Infrastructure layer

  • Infrastructure layer modules can import application and domain layer modules, dependency_injector module and any external library (e.g., redis, slqalchemy, elasticsearch, celery, etc.).
  • Infrastructure layer modules do not import any presentation layer modules.
  • Multiple implementations can be defined for an interface defined in application layer. Each implementation is isolated from each others.
  • Initial Service and repository implementations:
  • AsyncTaskService: Celery and thread (for development) implementations
  • AuthenticationService, AuthorizationService and IdentityService: mtbls_ws2 proxy and standalone implementations.
  • CacheService: Redis, Redis sentinel and in-memory (for development) implementations
  • PolicyService: Open policy agency (OPA) implementation
  • StudyMetadataService: NFS and mongodb (in progress) implementations
  • ValidationOverrideService, ValidationReportService: NFS and mongodb (in progress) implementations
  • Repositories:
    • Study & User: postgresql and sqlite (for development) implementations
    • ValidationReport & ValidationOverride: NFS and mongodb (in progress)
    • InvestigationFileObject, IsaTableObject (SampleFile, AssayFile AssignmentFile): NFS and mongodb (in progress)
    • FileObject: to store data folder content.

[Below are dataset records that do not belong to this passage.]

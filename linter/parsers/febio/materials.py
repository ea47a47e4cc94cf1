"""FEBio ``<material>`` elements -> neutral :class:`~linter.model.Material` blocks.

Conventions (FEBio User's Manual 4.0, chapter 4 "Materials"; sections named beside each law):

* ``isotropic elastic`` and ``neo-Hookean`` (4.1.3.x, coupled): E, v -> ("elastic", "iso").
* ``Mooney-Rivlin`` (4.1.2.x, uncoupled): W = c1 (I1~ - 3) + c2 (I2~ - 3) + U(J), U = k/2 (ln J)^2,
  so C10 = c1, C01 = c2 and K0 = k, D1 = 2/k -> ("hyperelastic", "mooney-rivlin").
* ``Ogden`` (uncoupled): W = sum c_i/m_i^2 (l1~^m_i + l2~^m_i + l3~^m_i - 3) + U(J). The neutral Ogden
  form is sum 2 mu_i/alpha_i^2 (...), so mu_i = c_i / 2, alpha_i = m_i; terms with c_i = 0 are dropped.
* ``Ogden unconstrained`` (coupled): the same terms with - m_i ln J, plus c_p/2 (J - 1)^2: K0 = c_p + sum c_i/3.
* ``orthotropic elastic``: E1..E3, v12, v23, v31, G12, G23, G31. The neutral engineering layout holds nu13;
  reciprocity nu13/E1 = nu31/E3 gives nu13 = v31 E1/E3.
* uncoupled laws also give a ("other", "uncoupled-bulk") block (k, mu0) for the penalty checks.
* laws the checks do not read (fibres, rigid bodies, permeability, ...) give a ("user", <FEBio type>) block so
  the model knows the material has a mechanical law, and an ``Unchecked`` entry with its line.
"""
from __future__ import annotations

import math
from typing import Optional

from ...model import Loc, Material, PropertyBlock, Row, Unchecked
from .xmltree import Node

#: laws FEBio derives from its uncoupled base class (deviatoric/volumetric split, bulk modulus k)
UNCOUPLED = {"Mooney-Rivlin", "Ogden", "trans iso Mooney-Rivlin", "trans iso Veronda-Westmann",
             "Veronda-Westmann", "uncoupled solid mixture", "Arruda-Boyce", "Holzapfel-Gasser-Ogden",
             "muscle material", "tendon material", "Mooney-Rivlin von Mises Fibers", "EFD Mooney-Rivlin",
             "EFD Veronda-Westmann", "uncoupled elastic damage", "uncoupled reactive viscoelastic",
             "uncoupled prestrain elastic", "2D trans iso Mooney-Rivlin", "2D trans iso Veronda-Westmann",
             "uncoupled active contraction", "fiber-exp-pow-uncoupled", "fiber-pow-linear-uncoupled"}
#: multiphase laws: their elastic part is the <solid> child (biphasic theory, FEBio User's Manual 4.6-4.9)
MULTIPHASE = {"biphasic", "biphasic-solute", "triphasic", "multiphasic", "biphasic-FSI", "fluid-FSI",
              "fluid-solutes", "multiphasic-multigeneration"}
#: wrappers whose elastic part is a child element of this tag
WRAPPER_CHILD = {"viscoelastic": "elastic", "reactive viscoelastic": "elastic",
                 "uncoupled reactive viscoelastic": "elastic", "reactive plasticity": "elastic",
                 "reactive plastic damage": "elastic", "elastic damage": "elastic",
                 "uncoupled elastic damage": "elastic", "prestrain elastic": "elastic",
                 "uncoupled prestrain elastic": "elastic", "kinematic growth": "elastic",
                 "reactive fatigue": "elastic", "multigeneration": "generation"}
MIXTURES = {"solid mixture", "uncoupled solid mixture"}
#: tags of sub-elements that hold a component material (read recursively)
COMPONENT_TAGS = {"solid", "elastic", "fluid", "generation"}


def is_uncoupled(ftype: str) -> bool:
    return ftype in UNCOUPLED or ftype.startswith("uncoupled ")


class MaterialReader:
    """Reads one top-level material (and its components) into a :class:`Material`."""

    def __init__(self, path: str, unchecked: list, issues: list):
        self.path, self.unchecked, self.issues = path, unchecked, issues

    def loc(self, node: Node) -> Loc:
        return Loc(self.path, node.line)

    # ------------------------------------------------------------------ parameters

    def param(self, mat: Material, node: Node, name: str, where: str) -> Optional[float]:
        """The number in child ``name`` of ``node``; None when absent or not a plain number (then unchecked)."""
        child = node.find(name)
        if child is None:
            return None
        text = child.text
        how = None
        if "lc" in child.attrib:
            how = f"scaled by load controller {child.attrib['lc'][:40]}"
        elif child.attrib.get("type") in ("math", "map", "mapped") or (text.startswith("=")):
            how = f"given as {child.attrib.get('type') or 'an expression'} ({text[:60]!r})"
        if how is None:
            try:
                value = float(text)
            except ValueError:
                how = f"not a plain number ({text[:60]!r}: an expression or mapped data)"
            else:
                if not math.isfinite(value):
                    self.issues.append(("value-not-finite", f"material {mat.name}: {where}{name} = {text[:40]} "
                                                           "is not a finite number", child.line, mat.name))
                    return None
                return value
        self.unchecked.append(Unchecked(f"{where}{name}", self.loc(child), f"{how}: not checked",
                                        material=mat.name))
        return None

    def params(self, mat, node, names, where) -> Optional[list[float]]:
        vals = [self.param(mat, node, n, where) for n in names]
        return None if any(v is None for v in vals) else vals

    # ------------------------------------------------------------------ blocks

    def block(self, mat, kind, form, values, node, card, **options) -> PropertyBlock:
        blk = PropertyBlock(kind, form, [Row(tuple(float(v) for v in values), None, self.loc(node))],
                            self.loc(node), card=card, options=options)
        mat.blocks.append(blk)
        return blk

    def opaque(self, mat, node, ftype, where, reason="law not checked") -> None:
        mat.blocks.append(PropertyBlock("user", ftype or "febio", [], self.loc(node), card=ftype,
                                        options={"febio_type": ftype}))
        self.unchecked.append(Unchecked(f"{where}{ftype}", self.loc(node), reason, material=mat.name))

    def read(self, node: Node, name: str) -> Material:
        mat = Material(name=name, key=name, loc=self.loc(node))
        ftype = node.get("type", "")
        self.densities: list[tuple[int, Node]] = []        # (rank, node): 0 own, 1 fluid, 2 other component
        self.density(mat, node, 0)
        self.component(mat, node, ftype, "", bulk=None)
        self.choose_density(mat)
        return mat

    def density(self, mat, node, rank) -> None:
        if node.find("density") is not None:
            self.densities.append((rank, node))

    def choose_density(self, mat) -> None:
        """The material's own density; else a fluid constituent's; else the first component's.

        A density of 0 is FEBio's massless material (e.g. the mesh of a fluid-FSI solid): it is
        recorded as unchecked, not as a density block, so that only an analysis that needs mass
        reports it (analysis/missing-density); a negative density is kept for property/nonpositive.
        """
        zero = None
        for _rank, node in sorted(self.densities, key=lambda t: t[0]):
            rho = self.param(mat, node, "density", "")
            if rho is None:
                return                  # given by a load curve or expression: unchecked already
            if rho != 0:
                self.block(mat, "density", "iso", (rho,), node.find("density"), "density")
                return
            zero = zero or node
        if zero is not None:
            self.unchecked.append(Unchecked("density", self.loc(zero.find("density")),
                                            "density 0: a massless material", material=mat.name))

    def component(self, mat: Material, node: Node, ftype: str, where: str, bulk: Optional[float]) -> None:
        """Blocks for one law; ``bulk`` is the k of an enclosing uncoupled mixture (children give k = 0)."""
        card = where + ftype
        if ftype in ("isotropic elastic", "neo-Hookean", "coupled neo-Hookean"):
            vals = self.params(mat, node, ("E", "v"), where)
            if vals is not None:
                self.block(mat, "elastic", "iso", vals, node, card)
        elif ftype == "orthotropic elastic":
            names = ("E1", "E2", "E3", "v12", "v23", "v31", "G12", "G23", "G31")
            vals = self.params(mat, node, names, where)
            if vals is not None:
                e1, e2, e3, v12, v23, v31, g12, g23, g31 = vals
                nu13 = v31 * e1 / e3 if e3 != 0 else math.nan
                self.block(mat, "elastic", "engineering", (e1, e2, e3, v12, nu13, v23, g12, g31, g23), node, card,
                           febio={"v31": v31})
        elif ftype in ("Mooney-Rivlin", "trans iso Mooney-Rivlin", "coupled Mooney-Rivlin",
                       "coupled trans-iso Mooney-Rivlin", "2D trans iso Mooney-Rivlin"):
            self.mooney_rivlin(mat, node, ftype, where, bulk)
        elif ftype in ("Ogden", "Ogden unconstrained"):
            self.ogden(mat, node, ftype, where, bulk)
        elif ftype in ("Veronda-Westmann", "trans iso Veronda-Westmann", "2D trans iso Veronda-Westmann"):
            c1, c2 = self.param(mat, node, "c1", where), self.param(mat, node, "c2", where)
            if c1 is not None and c2 is not None:
                self.uncoupled_bulk(mat, node, card, c1 * c2, where, bulk)
            self.opaque(mat, node, ftype, where, "exponential law: initial shear modulus c1 c2 and bulk "
                                                 "modulus checked, stability not checked")
        elif ftype == "rigid body":
            self.opaque(mat, node, ftype, where, "rigid body: only the density is used (no elastic checks)")
        elif ftype == "fluid":
            k = self.param(mat, node, "k", where)
            if k is not None:
                self.block(mat, "other", "fluid", (k,), node.find("k"), card)
            self.opaque(mat, node, ftype, where, "fluid: bulk modulus k read; viscosity not checked")
        elif ftype in MIXTURES:
            k = self.param(mat, node, "k", where) if ftype == "uncoupled solid mixture" else None
            before = len(mat.blocks)
            for child in node.findall("solid"):
                self.density(mat, child, 2)
                self.component(mat, child, child.get("type", ""), f"{card}/", k if k is not None else bulk)
            if ftype == "uncoupled solid mixture" and k is not None:
                self.merge_bulk(mat, before, k, node, card)
        elif ftype in MULTIPHASE or ftype in WRAPPER_CHILD:
            if is_uncoupled(ftype) and node.find("k") is not None:
                k = self.param(mat, node, "k", where)
                inner = k if k is not None else bulk
            else:
                k, inner = None, bulk
            before, found = len(mat.blocks), False
            for child in node.children:
                if child.tag == "fluid" and "type" not in child.attrib:
                    found = True            # the fluid constituent of fluid-FSI / biphasic-FSI (no type)
                    self.density(mat, child, 1)
                    self.component(mat, child, "fluid", f"{card}/", bulk)
                elif child.tag in COMPONENT_TAGS and "type" in child.attrib:
                    found = True
                    self.density(mat, child, 2)
                    self.component(mat, child, child.get("type", ""), f"{card}/{child.tag}:", inner)
                elif "type" in child.attrib:
                    self.unchecked.append(Unchecked(f"{card}/{child.tag}:{child.get('type')[:60]}",
                                                    self.loc(child), "constituent not checked", material=mat.name))
            if k is not None:
                self.merge_bulk(mat, before, k, node, card)
            if not found:
                self.opaque(mat, node, ftype, where)
        else:
            self.opaque(mat, node, ftype or "(no type)", where)

    def merge_bulk(self, mat, before: int, k: float, node, card) -> None:
        """One penalty block (k, sum of the components' mu0) for an uncoupled mixture or wrapper."""
        mus = [b.rows[0].values[1] for b in mat.blocks[before:] if b.form == "uncoupled-bulk"]
        mat.blocks[before:] = [b for b in mat.blocks[before:] if b.form != "uncoupled-bulk"]
        self.block(mat, "other", "uncoupled-bulk", (k, sum(mus) if mus else math.nan), node, card,
                   mu_known=bool(mus))

    def uncoupled_bulk(self, mat, node, card, mu0, where, bulk) -> Optional[float]:
        """The k that applies (own, or the mixture's) and, for a top-level law, the penalty block."""
        given = node.find("k") is not None
        k = (self.param(mat, node, "k", where) if given else 0.0) if bulk is None else bulk
        if bulk is None and k is not None:
            # an absent k is the solver's default, 0 (FEBio User's Manual 4.0, 4.1.2 "Uncoupled materials")
            self.block(mat, "other", "uncoupled-bulk", (k, mu0), node.find("k") or node, card, mu_known=True,
                       given=given)
        elif bulk is not None:
            # inside an uncoupled mixture: the mixture's k applies; its block collects mu0 (see MIXTURES)
            self.block(mat, "other", "uncoupled-bulk", (bulk, mu0), node, card, mu_known=True)
        return k

    def mooney_rivlin(self, mat, node, ftype, where, bulk) -> None:
        c1, c2 = self.param(mat, node, "c1", where), self.param(mat, node, "c2", where)
        if c1 is None:
            return
        c2 = c2 or 0.0
        coupled = ftype.startswith("coupled")
        k = self.param(mat, node, "k", where) if coupled else self.uncoupled_bulk(
            mat, node, where + ftype, 2 * (c1 + c2), where, bulk)
        if ftype != "Mooney-Rivlin" and ftype != "coupled Mooney-Rivlin":
            self.unchecked.append(Unchecked(f"{where}{ftype} fibre terms", self.loc(node),
                                            "fibre parameters (c3, c4, c5, lam_max) not checked", material=mat.name))
        d1 = _d_from_k(k)
        self.block(mat, "hyperelastic", "mooney-rivlin", (c1, c2, d1), node, where + ftype, febio_k=k)

    def ogden(self, mat, node, ftype, where, bulk) -> None:
        terms = []
        for i in range(1, 7):
            c, m = self.param(mat, node, f"c{i}", where), self.param(mat, node, f"m{i}", where)
            if c is not None and m is not None and c != 0:
                terms.append((c / 2.0, m))       # mu_i = c_i / 2 (see the module docstring)
        if not terms:
            return
        if ftype == "Ogden":
            k = self.uncoupled_bulk(mat, node, where + ftype, sum(t[0] for t in terms), where, bulk)
        else:
            cp = self.param(mat, node, "cp", where)
            k = None if cp is None else cp + sum(2 * mu for mu, _a in terms) / 3.0
        if len(terms) > 3:
            self.unchecked.append(Unchecked(f"{where}{ftype}", self.loc(node), f"{len(terms)} Ogden terms: the "
                                            "checks read the first three", material=mat.name))
            terms = terms[:3]
        d1 = _d_from_k(k)
        values = [v for mu, a in terms for v in (mu, a)] + [d1] + [0.0] * (len(terms) - 1)
        self.block(mat, "hyperelastic", f"ogden-{len(terms)}", values, node, where + ftype, febio_k=k)


def _d_from_k(k: Optional[float]) -> float:
    """D1 = 2/k; k = 0 (no volumetric stiffness) gives D1 = inf (K0 = 0); no k: incompressible (D1 = 0)."""
    if k is None:
        return 0.0
    return math.inf if k == 0 else 2.0 / k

NFS (in progress) and mongodb (in progress)

Run layer

  • Run layer defines dependency_injector container and runs an executable in presentation layer (submission API, submission API worker, CLI, etc.).
  • Initial executables are:
  • Submission Rest API: It uses celery async application, NFS and PostgreSQL based repositories, redis cache service and proxy authentication service.
  • Submission Rest API Worker: Celery worker to run submission remote tasks
  • Submission Rest API Worker Monitor: Flower executable to monitor celery tasks
  • CLI: Initial commandline tool named mtbls-tools
  • Log filters and application configuration files are customized depends on selected presentation layer application and service implementations.
  • Unit tests overrides async task, auth, and cache services. Postgresql database is also overriden by Sqlite database to run unit tests.